Agent Meta-Foundations and the Rocket Alignment Problem

Chris_Leong

Many people are quite skeptical of the value of agent foundations. The kinds of problems that MIRI worries about, in terms of accounting for perfect predictors, co-operation with clones and being easily predictable are a world away from the kinds of problems that are being faced in machine learning. Many people think that proper research in this area would involve code. They may also think that this kind of research consists purely of extremely rare edge cases of no practical importance, won't be integratable into the kinds of AI systems that are likely to be produced or is just much, much less pressing than solving the kinds of safety challenges that we can already see arising in our current AI system.

In order to convey his intuitions that Agent Foundations being important, Eliezier wrote the Rocket Alignment Problem. The argument is roughly that any attempt to define what an AI should do is build upon shaky premises. This means that it is practically impossible to provide guarantees that things will go well. The hope is that by exploring highly simplified, theoretical problems we may learn something important that would deconfuse us. However, it is also noted that this might not pan out, as it is hard to see how useful improved theoretical understanding is before you've obtained it. Further it is argued that AI safety is an unusually difficult area where things that sound like pretty good solutions could result in disasterous outcomes. For example, powerful utility maximisers are very good at finding the most obscure loopholes in their utility function to achieve a higher score. Powerful approval based agents are likely to try find a way to manipulating us. Powerful boxed agents are likely to find a way to escape that box.

Most of my current work on Less Wrong is best described as Agent Foundations Foundations. It involves working through the various claims or results in Agent Foundations, finding aspects that confuse me and then digging deeper to determine whether I'm confused, or something needs to be patched, or there's a deeper problem.

Agent Foundations Foundations research looks very different from most Agent Foundations research. Agent Foundations is primarily about producing mathematical formulations, while Agent Foundations Foundations is primarily about questioning philosophical assumptions. Agent Foundations Foundations is intended to eventually lead to mathematical formalisations, but the focus is more on figuring out exactly what we want from out maths. There is less focus on producing formalisations as rushing out and producing incorrect formalisations is seen as a waste of time.

Agent Foundations research relies on a significant amount of philosophical assumptions and this is also an area where the default is disaster. The best philosophers are extremely careful with every step of the argument, yet they often come to entirely different conclusions. Given this, attempting to rush over this terrain by handwaving philosophical arguments is likely to end badly.
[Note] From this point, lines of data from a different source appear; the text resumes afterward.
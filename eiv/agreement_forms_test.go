package eiv_test

import (
	"math"
	"math/rand/v2"
	"testing"

	"eivfit/eiv"
	"eivfit/eiv/reftest"
)

// pairsOf simulates n single measurements x, y of true values uniform on
// [lo, hi], with x error √(sd² + (cv·τ)²), y = a + b·τ with the same error
// model scaled by ry, rounded to `round` (ties when round > 0).
func pairsOf(seed uint64, n int, lo, hi, sd, cv, a, b, ry, round float64) (x, y []float64) {
	r := rand.New(rand.NewPCG(seed, 3))
	x, y = make([]float64, n), make([]float64, n)
	for i := range x {
		tau := lo + (hi-lo)*r.Float64()
		x[i] = tau + math.Hypot(sd, cv*tau)*r.NormFloat64()
		ty := a + b*tau
		y[i] = ty + ry*math.Hypot(sd, cv*ty)*r.NormFloat64()
		if round > 0 {
			x[i] = math.Round(x[i]/round) * round
			y[i] = math.Round(y[i]/round) * round
		}
	}
	return
}

// TestAgreementFormsReference checks the regression-based limits (Bland &
// Altman 1999, §3.2) against statsmodels OLS of d on A and of |residual| on
// A, the ratio limits against numpy on ln y − ln x, and Lin's concordance
// against the paper's formulas written anew in ref_agreement.py, on
// constant, proportional and tied data. Tolerances: 1e-9 relative for
// values (the same least squares in double precision), 1e-7 for p-values
// (statsmodels' t tail from scipy against the package's own tail).
func TestAgreementFormsReference(t *testing.T) {
	py := reftest.Python(t, "scipy.stats", "statsmodels.api", "pandas")
	type xy struct {
		name string
		x, y []float64
	}
	var cases []xy
	x, y := pairsOf(1, 60, 2, 20, 0.3, 0, 0.2, 1, 1, 0)
	cases = append(cases, xy{"constant error", x, y})
	x, y = pairsOf(2, 80, 1, 50, 0, 0.06, 0, 1.05, 1.2, 0)
	cases = append(cases, xy{"proportional error and bias", x, y})
	x, y = pairsOf(3, 50, 50, 300, 2, 0.03, 5, 0.97, 1, 5)
	cases = append(cases, xy{"ties (rounded to 5), mixed error", x, y})
	in := []map[string]any{}
	for _, c := range cases {
		in = append(in, map[string]any{"x": c.x, "y": c.y})
	}
	var raw struct {
		Results []map[string]map[string]float64 `json:"results"`
	}
	reftest.Run(t, py, reftest.Script(t, "ref_agreement.py"), map[string]any{"cases": in}, &raw)
	for i, c := range cases {
		t.Run(c.name, func(t *testing.T) {
			rl, err := eiv.RegressionBasedLimits(c.x, c.y, nil)
			if err != nil {
				t.Fatal(err)
			}
			ref := raw.Results[i]["regression"]
			near(t, "b0", rl.Bias.Intercept.Value, ref["b0"], 1e-9)
			near(t, "b1", rl.Bias.Slope.Value, ref["b1"], 1e-9)
			near(t, "c0", rl.Spread.Intercept.Value, ref["c0"], 1e-9)
			near(t, "c1", rl.Spread.Slope.Value, ref["c1"], 1e-9)
			near(t, "b1 p", rl.BiasSlopeP, ref["b1_p"], 1e-7)
			near(t, "c1 p", rl.SpreadSlopeP, ref["c1_p"], 1e-7)
			// 2.46 = 1.96·√(π/2) (Bland & Altman 1999, §3.2).
			printed(t, "multiplier", rl.Multiplier, "2.46")
			lo, mid, hi := rl.At(10)
			near(t, "limits at 10", hi-mid, 1.96*math.Sqrt(math.Pi/2)*(ref["c0"]+10*ref["c1"]), 1e-9)
			near(t, "limits symmetric", mid-lo, hi-mid, 1e-12)
			rt, err := eiv.RatioBasedLimits(c.x, c.y, nil)
			if err != nil {
				t.Fatal(err)
			}
			rr := raw.Results[i]["ratio"]
			near(t, "geometric mean ratio", rt.Ratio.Value, rr["mean"], 1e-12)
			near(t, "ratio lower", rt.Lower.Value, rr["lower"], 1e-12)
			near(t, "ratio upper", rt.Upper.Value, rr["upper"], 1e-12)
			if !(rt.Ratio.CI.Lower < rt.Ratio.Value && rt.Ratio.Value < rt.Ratio.CI.Upper) {
				t.Errorf("ratio interval %v does not hold %v", rt.Ratio.CI, rt.Ratio.Value)
			}
			cc, err := eiv.LinCCC(c.x, c.y, nil)
			if err != nil {
				t.Fatal(err)
			}
			rc := raw.Results[i]["ccc"]
			near(t, "ccc", cc.CCC.Value, rc["ccc"], 1e-12)
			near(t, "ccc lower", cc.CCC.CI.Lower, rc["lo"], 1e-9)
			near(t, "ccc upper", cc.CCC.CI.Upper, rc["hi"], 1e-9)
			near(t, "precision (scipy pearsonr)", cc.Precision, rc["rho"], 1e-12)
			near(t, "accuracy", cc.Accuracy, rc["cb"], 1e-12)
		})
	}
}

// TestConcordanceBruteForce: ρ_c = 1 − E(x − y)²/(σx² + σy² + (μx − μy)²),
// which follows from Lin's (1989) definition; and C_b = 2/(v + 1/v + u²)
// (Lin 1989, eq. for the bias correction factor).
func TestConcordanceBruteForce(t *testing.T) {
	x, y := pairsOf(4, 40, 1, 10, 0.5, 0, 0.3, 1.1, 1, 0.1)
	cc, err := eiv.LinCCC(x, y, nil)
	if err != nil {
		t.Fatal(err)
	}
	n := float64(len(x))
	var mx, my, msd float64
	for i := range x {
		mx += x[i] / n
		my += y[i] / n
		msd += (x[i] - y[i]) * (x[i] - y[i]) / n
	}
	var vx, vy float64
	for i := range x {
		vx += (x[i] - mx) * (x[i] - mx) / n
		vy += (y[i] - my) * (y[i] - my) / n
	}
	near(t, "ccc by E(x−y)²", cc.CCC.Value, 1-msd/(vx+vy+(mx-my)*(mx-my)), 1e-12)
	v, u := cc.ScaleShift, cc.LocationShift
	near(t, "C_b", cc.Accuracy, 2/(v+1/v+u*u), 1e-12)
	near(t, "ρ·C_b", cc.Precision*cc.Accuracy, cc.CCC.Value, 1e-14)
}

// TestConcordanceCoverage: Lin's interval must cover the population ρ_c
// near nominally. Bivariate normal with σx = 1, σy = 1.2, ρ = 0.9,
// μy − μx = 0.3: ρ_c = 2·0.9·1.2/(1 + 1.44 + 0.09). n = 50, 4000 trials;
// Lin's variance is asymptotic, so 0.93–0.97 (Monte Carlo SE 0.0034).
func TestConcordanceCoverage(t *testing.T) {
	const trials, n = 4000, 50
	const sy, rho, shift = 1.2, 0.9, 0.3
	want := 2 * rho * sy / (1 + sy*sy + shift*shift)
	r := rand.New(rand.NewPCG(31, 32))
	x, y := make([]float64, n), make([]float64, n)
	cover := 0
	for range trials {
		for i := range x {
			z1, z2 := r.NormFloat64(), r.NormFloat64()
			x[i] = z1
			y[i] = shift + sy*(rho*z1+math.Sqrt(1-rho*rho)*z2)
		}
		cc, err := eiv.LinCCC(x, y, nil)
		if err != nil {
			t.Fatal(err)
		}
		if cc.CCC.CI.Lower <= want && want <= cc.CCC.CI.Upper {
			cover++
		}
	}
	c := float64(cover) / trials
	t.Logf("Lin's interval covers ρ_c = %.4f in %.4f of %d studies", want, c, trials)
	if c < 0.93 || c > 0.97 {
		t.Errorf("coverage %.4f outside 0.93–0.97", c)
	}
}

// TestChooseLimits: constant-error data call for constant limits, a
// constant CV for ratio limits, and a bias that grows with the level while
// the spread stays constant for regression-based limits (neither fixed by
// logs). Seeded simulations, n = 150, effects chosen far from the 0.05 edge.
func TestChooseLimits(t *testing.T) {
	cases := []struct {
		name string
		x, y []float64
		want eiv.LimitsForm
	}{
		{"constant", nil, nil, eiv.FormConstant},
		{"constant CV", nil, nil, eiv.FormRatio},
		{"growing bias, constant spread", nil, nil, eiv.FormRegression},
	}
	cases[0].x, cases[0].y = pairsOf(41, 150, 10, 20, 0.5, 0, 0.5, 1, 1, 0)
	cases[1].x, cases[1].y = pairsOf(42, 150, 1, 100, 0, 0.08, 0, 1, 1, 0)
	cases[2].x, cases[2].y = pairsOf(43, 150, 10, 100, 0.5, 0, -8, 1.15, 1, 0)
	for _, c := range cases {
		t.Run(c.name, func(t *testing.T) {
			ch, err := eiv.ChooseLimits(c.x, c.y)
			if err != nil {
				t.Fatal(err)
			}
			if ch.Form != c.want {
				t.Errorf("form %s, want %s (%s)", ch.Form, c.want, ch.Reason)
			}
			if ch.Reason == "" {
				t.Error("no reason")
			}
		})
	}
}

func TestAgreementFormsErrors(t *testing.T) {
	if _, err := eiv.RatioBasedLimits([]float64{1, -2, 3}, []float64{1, 2, 3}, nil); err == nil {
		t.Error("ratio limits accepted a negative value")
	}
	if _, err := eiv.LinCCC([]float64{1, 2, 3}, []float64{1, 2, 3}, nil); err == nil {
		t.Error("concordance accepted 3 points")
	}
	if _, err := eiv.LinCCC([]float64{1, 2, 3, 4}, []float64{1, 2, 3, 4}, nil); err == nil {
		t.Error("concordance of identical data (ρ_c = 1) gave an interval")
	}
	if _, err := eiv.RegressionBasedLimits([]float64{1, 2}, []float64{1, 2}, nil); err == nil {
		t.Error("regression limits accepted 2 points")
	}
}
One challenge is that mathematicians can be blinded by elegant formalisations, to the point where they can't objectively assess the merits of the assumptions it is build upon. Another key issue is that when someone is able to use a formalisation to produce a correct result, they will often assume that the formalisation must be correct. Agent Foundations Foundations attempts to fight against these biases.

Agent Foundations Foundations focuses on what often appears to be weird niche issues from the perspective of Agent Foundations. This includes questions such as:

Given a perfect predictor, what is it predicting when the counterfactual is impossible (Counterfactuals for Perfect Predictors)
Why doesn't Timeless Decision Theory depend on backwards causation? (The Prediction Problem, further discussion here)
What class of problems should our decision theory optimise over? (One doubt about Timeless Decision Theories)?
What should we optimise for when your reference class depends on your decision? (Evil Genie Problem, Decision Theory with F@#!ed-Up Reference Classes)
What general kind of entities are logical counterfactuals? (Logical Counterfactuals & the Cooperation Game, Deconfusing Logical Counterfactuals)

Of course, lots of other people have done work in this vein too. I didn't want to spend a lot of time browsing the archive, but some examples include:

I don't want to pretend that the separation is clean at all. But in Agent Foundations work, the maths is first and the philosophical assumptions are second. For Agent Foundations Foundations, it is the other way round. Obviously, this distinction is somewhat subjective and messy. However, I think it model is useful as it opens up discussions about whether the current balance of research is right and provides suggestions of areas for further research. It also clarifies why some of these problems might turn out to be more important than they first appear.

Update: One issue is that I almost want to use the term in two different ways. One way to think about Meta-Foundations is in an absolute sense where it focuses on the philosophical assumptions while Foundations focuses more on formalisations vs ML which focuses on writing programs. Another is in a relative sense, where you have a body of work termed Agent Foundations and I want to encourage a body of work that responds to it and probes these assumptions further. And these senses are different, because when Agent Foundations work is pursued, they'll usually be some investigation into the philosophy, but it'll often be the minimal amount to get a theory up and running.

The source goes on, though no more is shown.